Eighteen months later, and
directly as a result of her portrayal of Jane Seymour, Anne
Stallybrass was cast in a role that was to make her a household
name. Playing opposite Peter Gilmore, Anne suffered week in, week
out as Mrs James Onedin in The Onedin Line. She had not been
the original choice. In the pilot programme James's wife was played
by Sheila Allen, but in the intervening year, "she got involved in
Women's Lib theatre or something and that's how I got invited to do
it".
Had Anne any inkling quite
what she was letting herself in for? Had she any notion that this
was to be a series spoken of, even now, in hallowed tones? "I had no
idea, none at all. And I'd never done a series before ... In the
end, its success was why I decided to leave. After two years - and
they were quite extraordinary, with the world's press gathered
outside the rehearsal rooms in North Acton virtually every day - I
thought that if I didn't leave then, I'd stay forever."
It was a wise decision
because The Onedin Line ran for ten years, but it was a brave
one, too. Having made up her mind to go, did she then hesitate?
"No," she says firmly, "I didn't at all on that one. Looking back
now, I suppose it was quite a courageous decision in a way.

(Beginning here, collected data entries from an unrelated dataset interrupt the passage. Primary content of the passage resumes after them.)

import { advisoriesOf } from './advisories.ts'
import { meetAnyOf } from './any-of.ts'
import { checkSystem, toPairsOf, toSubjects } from './check-system.ts'
import { applyEdits, type SystemEdits } from './edits.ts'
import type { Checked, Evaluation, PairMeasure } from './evaluation.ts'
import { measurePair } from './measure-pair.ts'
import type { Advisory, PairModel, SystemModel } from './model.ts'
import { dependentsOf, resolveAgain } from './resolve-system.ts'
import type { ResolvedSystem, ResolvedToken } from './resolved.ts'
import { coversName } from './rule-scopes.ts'

/** Edits to what every value hangs on; they leave nothing to share. */
function touchesAll(edits: SystemEdits): boolean {
  return edits.themes !== undefined || edits.states !== undefined || edits.settings !== undefined
}

/** Tokens edited, removed, or under a prefix whose rules are edited. */
function editedTokens(model: SystemModel, edits: SystemEdits): Set<string> {
  const ids = new Set(edits.tokens?.remove)
  for (const token of edits.tokens?.put ?? []) ids.add(token.id)
  if (edits.prefixes !== undefined) {
    const before = new Set(model.prefixes)
    const after = new Set(edits.prefixes)
    const moved = [
      ...model.prefixes.filter((rules) => !after.has(rules)),
      ...edits.prefixes.filter((rules) => !before.has(rules)),
    ]
    for (const token of model.tokens) {
      if (moved.some((rules) => coversName(rules.prefix, token.name))) ids.add(token.id)
    }
  }
  return ids
}

/** The tokens edited, and all whose values follow from them. */
function withDependents(previous: Evaluation, edited: ReadonlySet<string>): Set<string> {
  const touched = new Set(edited)
  // A set is walked in order of insertion, so what is added is walked as well.
  for (const id of touched) {
    for (const dependent of previous.dependents.get(id) ?? []) touched.add(dependent)
  }
  return touched
}

function isSameToken(before: ResolvedToken | undefined, after: ResolvedToken | undefined): boolean {
  if (before === undefined || after === undefined) return false
  return (
    before.states.join() === after.states.join() &&
    before.cells.every((cell, offset) => cell.color === after.cells[offset]!.color)
  )
}

/** Measures again what shows a token that moved, and what is declared anew; all else is shared. */
function measureAgain(
  previous: Evaluation,
  resolved: ResolvedSystem,
  moved: ReadonlySet<string>,
): readonly PairMeasure[] {
  const before = new Map<PairModel, PairMeasure>()
  const { pairs } = resolved.model
  const arePairsSame = pairs === previous.resolved.model.pairs
  if (arePairsSame) {
    if (moved.size === 0) return previous.measures
    const measures = [...previous.measures]
    for (const id of moved) {
      for (const position of previous.pairsOf.get(id) ?? []) {
        if (measures[position] !== previous.measures[position]) continue
        measures[position] = measurePair(resolved, pairs[position]!)
      }
    }
    return measures
  }
  for (const measure of previous.measures) before.set(measure.pair, measure)
  const showsMoved = (pair: PairModel) =>
    moved.has(pair.foreground) ||
    moved.has(pair.background) ||
    (pair.backdrop !== 'unknown' && pair.backdrop.some((id) => moved.has(id)))
  return pairs.map((pair) => {
    const known = before.get(pair)
    return known === undefined || showsMoved(pair) ? measurePair(resolved, pair) : known
  })
}

/** Groups whose members were measured again, declared or taken away. */
function anyOfAgain(
  previous: Evaluation,
  resolved: ResolvedSystem,
  measures: readonly PairMeasure[],
): ReadonlyMap<string, Uint8Array> {
  const before = new Set(previous.measures)
  const after = new Set(measures)
  const names = new Set<string>()
  for (const measure of [...previous.measures, ...measures]) {
    const { anyOf } = measure.pair
    if (anyOf !== undefined && !(before.has(measure) && after.has(measure))) names.add(anyOf)
  }
  if (names.size === 0) return previous.anyOf
  const groups = new Map(previous.anyOf)
  for (const name of names) groups.delete(name)
  for (const [name, met] of meetAnyOf(measures, resolved.model.themes.length, names)) {
    groups.set(name, met)
  }
  return groups
}

function advisoriesAgain(
  previous: Evaluation,
  resolved: ResolvedSystem,
  touched: ReadonlySet<string>,
): ReadonlyMap<string, readonly Advisory[]> {
  const advisories = new Map(previous.advisories)
  for (const id of touched) {
    advisories.delete(id)
    const token = resolved.tokens.get(id)
    const found = token === undefined ? [] : advisoriesOf(resolved, token)
    if (found.length > 0) advisories.set(id, found)
  }
  return advisories
}

/** Whether an edit can have changed which tokens name which. */
function movesReferences(previous: Evaluation, edits: SystemEdits): boolean {
  if (edits.prefixes !== undefined || edits.tokens?.remove?.length) return true
  const isPlain = (token: SystemModel['tokens'][number]) =>
    token.rules === undefined &&
    [token.value, ...Object.values(token.values).flatMap((values) => Object.values(values))].every(
      (value) => value === undefined || value.kind === 'color',
    )
  return (edits.tokens?.put ?? []).some((token) => {
    const before = previous.resolved.tokens.get(token.id)?.token
    return (
      before === undefined ||
      before.name !== token.name ||
      before.states.join() !== token.states.join() ||
      !isPlain(before) ||
      !isPlain(token)
    )
  })
}

/**
 * Checks an edited system again: only what depends on the edits is computed and measured, the rest is shared
 * with the evaluation given, which stays as it was. Equal, finding by finding, to a full check of the edited model.
 */
export function recheck(previous: Evaluation, edits: SystemEdits): Checked {
  const before = previous.resolved
  const model = applyEdits(before.model, edits)
  if (touchesAll(edits)) return checkSystem(model)
  const touched = withDependents(previous, editedTokens(before.model, edits))
  for (const theme of model.themes) {
    if (touched.has(theme.ground) || touched.has(theme.ink)) return checkSystem(model)
  }
  const exposed = new Set(edits.pairs?.put)
  for (const id of edits.tokens?.remove ?? []) {
    for (const position of previous.pairsOf.get(id) ?? []) {
      const pair = before.model.pairs[position]!
      if (model.pairs.includes(pair)) exposed.add(pair)
    }
  }
  const resolved = resolveAgain(before, model, { tokens: touched, pairs: [...exposed] })
  if (resolved === undefined) return checkSystem(model)
  const moved = new Set(
    [...touched].filter((id) => !isSameToken(before.tokens.get(id), resolved.tokens.get(id))),
  )
  const arePairsSame = model.pairs === before.model.pairs
  const measures = measureAgain(previous, resolved, moved)
  return {
    ok: true,
    evaluation: {
      resolved,
      measures,
      subjects: arePairsSame ? previous.subjects : toSubjects(model.pairs),
      anyOf: anyOfAgain(previous, resolved, measures),
      advisories: advisoriesAgain(previous, resolved, touched),
      dependents: movesReferences(previous, edits) ? dependentsOf(resolved) : previous.dependents,
      pairsOf: arePairsSame ? previous.pairsOf : toPairsOf(model.pairs),
    },
  }
}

I'm not at all sure I'd do the same thing now, but that was sixteen
years ago and so I was younger and I felt the need to do something
different."
One of her ambitions had
been to work with either the National Theatre or the Royal
Shakespeare Company. In the event, she never has, although she has
worked extensively in the theatre ever since, as well as, in time,
on television again. One of the television highlights was her role
opposite Michael Elphick in This Year Next Year, not least
because she was playing comedy, a rarity.
It is not hard to see why
casting directors turn to Anne when looking for someone to play a
tragic heroine. Her face, in repose, is strong and grave; and,
looking at her today, with her page-boy haircut, her neat black
sweater, crisp white shirt, mid-calf length black cord skirt and
black boots, it is easy to imagine her fitting comfortably into
period costume. It is something she herself acknowledges.
"I became well known for
playing long-suffering 'historical' ladies: Jane Seymour, the Mayor
of Casterbridge's wife, Mrs James Onedin. I've been ill-used by my
screen husbands," she says cheerfully, "rotters to a man."
Of the theatrical
highlights, two stay in her mind. Both were comedy tours: the first,
My Fat Friend, starring John Inman at the height of his
popularity in Are You Being Served? toured the country from
Poole to Aberdeen and was, says Anne, the single most pleasurable
experience of her entire career. "We played to completely full
houses every night, at every theatre, throughout the tour. It was a
joy, an absolute joy."
The fun wasn't confined to
the performances. "We used to like to eat after the show, but we
decided it was beginning to get a bit expensive. There were only
four of us in the cast, so we were usually all in the same hotel.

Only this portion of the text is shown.